DATA SHOWN:
-*-

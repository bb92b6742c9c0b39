//! Property tests: validation, analysis and the design- and circuit-file readers return a result or a typed error on any input, never a panic.

use flipwright::design_file::DesignFile;
use flipwright::device::archetypes::{self, DIODE_ARCHETYPE_IDS, TRANSISTOR_ARCHETYPE_IDS};
use flipwright::stage::analysis::analyse;
use flipwright::stage::{
    BiasScheme, Conditions, Load, Requirements, StageDesign, StageInput, StageValues, Steering, Supplies,
    TriggerNetwork,
};
use flipwright::transient::CircuitFile;
use flipwright::units::ESeries;
use proptest::prelude::*;
use proptest::sample::Index;
use serde_json::{json, Value};

/// Case count: each case runs a full analysis (both models, worst case, switching), a few
/// tens of milliseconds in a debug build; 64 keeps the module well under 30 s.
fn config() -> ProptestConfig {
    ProptestConfig { cases: 64, failure_persistence: None, ..ProptestConfig::default() }
}

/// Log-uniform resistance 10 Ω … 10 MΩ.
fn resistance() -> impl Strategy<Value = f64> {
    (1.0f64..7.0).prop_map(|exponent| 10f64.powf(exponent))
}

fn load() -> impl Strategy<Value = Load> {
    prop_oneof![
        Just(Load::None),
        (resistance(), -20.0f64..20.0)
            .prop_map(|(resistance_ohm, return_v)| Load::Resistance { resistance_ohm, return_v }),
        (-2e-3f64..2e-3).prop_map(|current_a| Load::Current { current_a }),
    ]
}

fn trigger() -> impl Strategy<Value = Option<TriggerNetwork>> {
    prop_oneof![
        Just(None),
        (any::<bool>(), -12.0f64..-8.0, resistance()).prop_map(
            |(base, exponent, trigger_resistor_ohm)| Some(TriggerNetwork {
                steering: if base { Steering::Base } else { Steering::Collector },
                trigger_capacitor_f: 10f64.powf(exponent),
                trigger_resistor_ohm,
            })
        ),
    ]
}

prop_compose! {
    /// A stage input over wide ranges: supplies 1–60 V, resistors 10 Ω–10 MΩ, tolerances up to
    /// 30 %, −55…125 °C, every archetype, every load kind, with or without a trigger network.
    fn stage_input()(
        transistor in 0..TRANSISTOR_ARCHETYPE_IDS.len(),
        diode in 0..DIODE_ARCHETYPE_IDS.len(),
        self_bias in any::<bool>(),
        vcc in 1.0f64..60.0,
        vbb in 0.5f64..30.0,
        supply_tolerance in 0.0f64..0.2,
        (rc, r1, r2, re) in (resistance(), resistance(), resistance(), resistance()),
        c1_exponent in -13.0f64..-7.0,
        trigger in trigger(),
        t_min in -55.0f64..125.0,
        t_span in 0.0f64..120.0,
        resistor_tolerance in 0.0f64..0.3,
        capacitor_tolerance in 0.0f64..0.5,
        loads in (load(), load()),
        overdrive in 1.0f64..4.0,
        current in prop::option::of(1e-4f64..50e-3),
    ) -> StageInput {
        let bias = if self_bias { BiasScheme::SelfBias } else { BiasScheme::Fixed };
        StageInput {
            transistor: archetypes::transistor(TRANSISTOR_ARCHETYPE_IDS[transistor]).expect("listed"),
            diode: archetypes::diode(DIODE_ARCHETYPE_IDS[diode]).expect("listed"),
            supplies: Supplies {
                collector_supply_v: vcc,
                bias_supply_v: if self_bias { 0.0 } else { vbb },
                tolerance: supply_tolerance,
            },
            conditions: Conditions {
                t_min_c: t_min,
                t_max_c: (t_min + t_span).min(125.0),
                resistor_tolerance,
                capacitor_tolerance,
            },
            requirements: Requirements {
                collector_current_a: current,
                power_budget_w: None,
                target_overdrive: overdrive * 1.2,
                min_overdrive: overdrive,
                min_cutoff_margin_v: 0.2,
                min_loop_gain: 2.0,
                min_output_swing_v: 0.5 * vcc,
                toggle_rate_hz: 10e3,
                toggle_rate_margin: 2.0,
                trigger_amplitude_v: None,
                steering: trigger.map(|t| t.steering).unwrap_or(Steering::Base),
                bias,
                divider_current_fraction: 0.1,
                resistor_series: ESeries::E24,
                capacitor_series: ESeries::E12,
            },
            loads: [loads.0, loads.1],
            values: StageValues {
                bias,
                collector_resistor_ohm: rc,
                cross_resistor_ohm: r1,
                base_resistor_ohm: r2,
                emitter_resistor_ohm: if self_bias { re } else { 0.0 },
                emitter_bypass_capacitor_f: if self_bias { 1e-6 } else { 0.0 },
                commutating_capacitor_f: 10f64.powf(c1_exponent),
                trigger,
            },
        }
    }
}

/// The demo with values, as JSON.
fn demo_json() -> Value {
    serde_json::from_str(&crate::design_file::demo_with_values().to_json()).expect("own JSON")
}

/// Every leaf and inner node of a JSON document, as a list of JSON-pointer paths.
fn pointers(value: &Value, prefix: String, out: &mut Vec<String>) {
    match value {
        Value::Object(map) => {
            for (key, child) in map {
                let path = format!("{prefix}/{key}");
                out.push(path.clone());
                pointers(child, path, out);
            }
        }
        Value::Array(items) => {
            for (index, child) in items.iter().enumerate() {
                let path = format!("{prefix}/{index}");
                out.push(path.clone());
                pointers(child, path, out);
            }
        }
        _ => {}
    }
}

/// The committed example circuit file, the base of the circuit-file mutations.
const EXAMPLE_CIRCUIT: &str = include_str!("../../../examples/binary-stage-9v.circuit.json");

fn json_value() -> impl Strategy<Value = Value> {
    prop_oneof![
        Just(Value::Null),
        any::<bool>().prop_map(Value::Bool),
        any::<i64>().prop_map(|n| json!(n)),
        any::<f64>().prop_map(|x| json!(x)),
        (-1e4f64..1e4).prop_map(|x| json!(x)),
        "[0-9a-zA-Zµ .,+-]{0,10}".prop_map(Value::String),
        Just(json!([])),
        Just(json!({})),
        Just(json!([1, 2, 3])),
        Just(json!({ "kind": "resistance" })),
    ]
}

/// Applies `(location, replacement)` edits to the demo: replace the value at a path, or
/// remove it when the replacement is `{}` and the path is inside an object.
fn mutated_demo(edits: &[(Index, Value)]) -> String {
    mutated(demo_json(), edits)
}

/// The same edits on any document.
fn mutated(mut doc: Value, edits: &[(Index, Value)]) -> String {
    for (location, replacement) in edits {
        let mut all = Vec::new();
        pointers(&doc, String::new(), &mut all);
        if all.is_empty() {
            break;
        }
        let path = location.get(&all).clone();
        if let Some(slot) = doc.pointer_mut(&path) {
            *slot = replacement.clone();
        }
    }
    doc.to_string()
}

proptest! {
    #![proptest_config(config())]

    #[test]
    fn analysis_of_any_input_returns_a_result_or_typed_errors(input in stage_input()) {
        // A panic anywhere in validation or analysis fails the property (proptest catches it).
        match StageDesign::new(input) {
            Err(errors) => {
                prop_assert!(!errors.is_empty());
                for e in &errors {
                    prop_assert!(!e.path.is_empty() && !e.message.is_empty(), "{:?}", e);
                }
            }
            Ok(design) => {
                if let Ok(report) = analyse(&design) {
                    prop_assert_eq!(report.handbook_states.len(), 2);
                    prop_assert_eq!(report.all_pass, report.margins.iter().all(|m| m.pass));
                }
            }
        }
    }

    #[test]
    fn parse_never_panics_on_arbitrary_text(text in any::<String>()) {
        let _ = DesignFile::parse(&text);
    }

    #[test]
    fn parse_never_panics_on_json_shaped_noise(text in "[{}\\[\\]\":,0-9a-z_. -]{0,80}") {
        let _ = DesignFile::parse(&text);
    }

    #[test]
    fn load_never_panics_on_a_mutated_demo(edits in prop::collection::vec((any::<Index>(), json_value()), 1..4)) {
        let text = mutated_demo(&edits);
        match DesignFile::load(&text) {
            Err(errors) => prop_assert!(!errors.is_empty()),
            // Edits that keep the file valid must still analyse without panicking.
            Ok((_, design)) => { let _ = analyse(&design); }
        }
    }

    #[test]
    fn circuit_file_load_never_panics_on_a_mutated_example(edits in prop::collection::vec((any::<Index>(), json_value()), 1..4)) {
        let example: Value = serde_json::from_str(EXAMPLE_CIRCUIT).unwrap_or(Value::Null);
        let text = mutated(example, &edits);
        match CircuitFile::load(&text) {
            Err(errors) => {
                prop_assert!(!errors.is_empty());
                for e in &errors {
                    prop_assert!(!e.path.is_empty() && !e.message.is_empty(), "{:?}", e);
                }
            }
            Ok(file) => prop_assert!(!file.recorded_probes().is_empty()),
        }
    }

    #[test]
    fn circuit_file_parse_never_panics_on_arbitrary_text(text in any::<String>()) {
        let _ = CircuitFile::parse(&text);
    }

    #[test]
    fn parse_never_panics_on_a_truncated_or_spliced_demo(cut in any::<Index>(), insert in "[\"{}\\[\\],:0-9a-z]{0,4}") {
        let text = demo_json().to_string();
        let boundaries: Vec<usize> = text.char_indices().map(|(i, _)| i).chain(std::iter::once(text.len())).collect();
        let at = *cut.get(&boundaries);
        let spliced = format!("{}{}{}", &text[..at], insert, &text[at..]);
        let _ = DesignFile::parse(&spliced);
        let _ = DesignFile::parse(&text[..at]);
    }
}

/// A stage that passes validation, built from the shrunk failing case of the property above.
fn overshooting_self_bias() -> StageInput {
    let mut input = crate::handbook::fixed_bias_input(
        archetypes::transistor("si-npn-switch-40v").expect("archetype"),
        47.1,
        0.0,
        10.0,
        10.0,
        10.0,
    );
    input.requirements.bias = BiasScheme::SelfBias;
    input.values.bias = BiasScheme::SelfBias;
    input.values.emitter_resistor_ohm = 10.0;
    input.values.emitter_bypass_capacitor_f = 1e-6;
    input
}

#[test]
fn middle_point_guess_does_not_panic_when_the_emitter_guess_overshoots_the_supply() {
    // Guards the f64::clamp panic the property above found (fixed in 2dff953). Self bias,
    // every resistor 10 Ω, 47.1 V: valid by `StageDesign::new`, so analysis must return a
    // report or a typed error.
    let design =
        StageDesign::new(overshooting_self_bias()).unwrap_or_else(|e| panic!("valid input refused: {e:?}"));
    let _ = analyse(&design);
}

#[test]
fn middle_point_guess_does_not_panic_on_a_supply_below_the_base_guess() {
    // Guards the same clamp, reached from the other side (fails on the code before 2dff953):
    // 0.5 V is the smallest collector supply validation accepts, and the guess starts the
    // bases at 0.6 V, above it.
    let input = crate::handbook::fixed_bias_input(
        archetypes::transistor("si-npn-switch-40v").expect("archetype"),
        0.5,
        1.0,
        100.0,
        1e3,
        10e3,
    );
    let design = StageDesign::new(input).unwrap_or_else(|e| panic!("valid input refused: {e:?}"));
    let _ = analyse(&design);
}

-*-

The answer must hold exactly the lines of the entries above, from the first line through the line that contains "tolerances up to", and no others.

REPLY:
repository bb92b6742c9c0b39
//! Property tests: validation, analysis and the design- and circuit-file readers return a result or a typed error on any input, never a panic.

use flipwright::design_file::DesignFile;
use flipwright::device::archetypes::{self, DIODE_ARCHETYPE_IDS, TRANSISTOR_ARCHETYPE_IDS};
use flipwright::stage::analysis::analyse;
use flipwright::stage::{
    BiasScheme, Conditions, Load, Requirements, StageDesign, StageInput, StageValues, Steering, Supplies,
    TriggerNetwork,
};
use flipwright::transient::CircuitFile;
use flipwright::units::ESeries;
use proptest::prelude::*;
use proptest::sample::Index;
use serde_json::{json, Value};

/// Case count: each case runs a full analysis (both models, worst case, switching), a few
/// tens of milliseconds in a debug build; 64 keeps the module well under 30 s.
fn config() -> ProptestConfig {
    ProptestConfig { cases: 64, failure_persistence: None, ..ProptestConfig::default() }
}

/// Log-uniform resistance 10 Ω … 10 MΩ.
fn resistance() -> impl Strategy<Value = f64> {
    (1.0f64..7.0).prop_map(|exponent| 10f64.powf(exponent))
}

fn load() -> impl Strategy<Value = Load> {
    prop_oneof![
        Just(Load::None),
        (resistance(), -20.0f64..20.0)
            .prop_map(|(resistance_ohm, return_v)| Load::Resistance { resistance_ohm, return_v }),
        (-2e-3f64..2e-3).prop_map(|current_a| Load::Current { current_a }),
    ]
}

fn trigger() -> impl Strategy<Value = Option<TriggerNetwork>> {
    prop_oneof![
        Just(None),
        (any::<bool>(), -12.0f64..-8.0, resistance()).prop_map(
            |(base, exponent, trigger_resistor_ohm)| Some(TriggerNetwork {
                steering: if base { Steering::Base } else { Steering::Collector },
                trigger_capacitor_f: 10f64.powf(exponent),
                trigger_resistor_ohm,
            })
        ),
    ]
}

prop_compose! {
    /// A stage input over wide ranges: supplies 1–60 V, resistors 10 Ω–10 MΩ, tolerances up to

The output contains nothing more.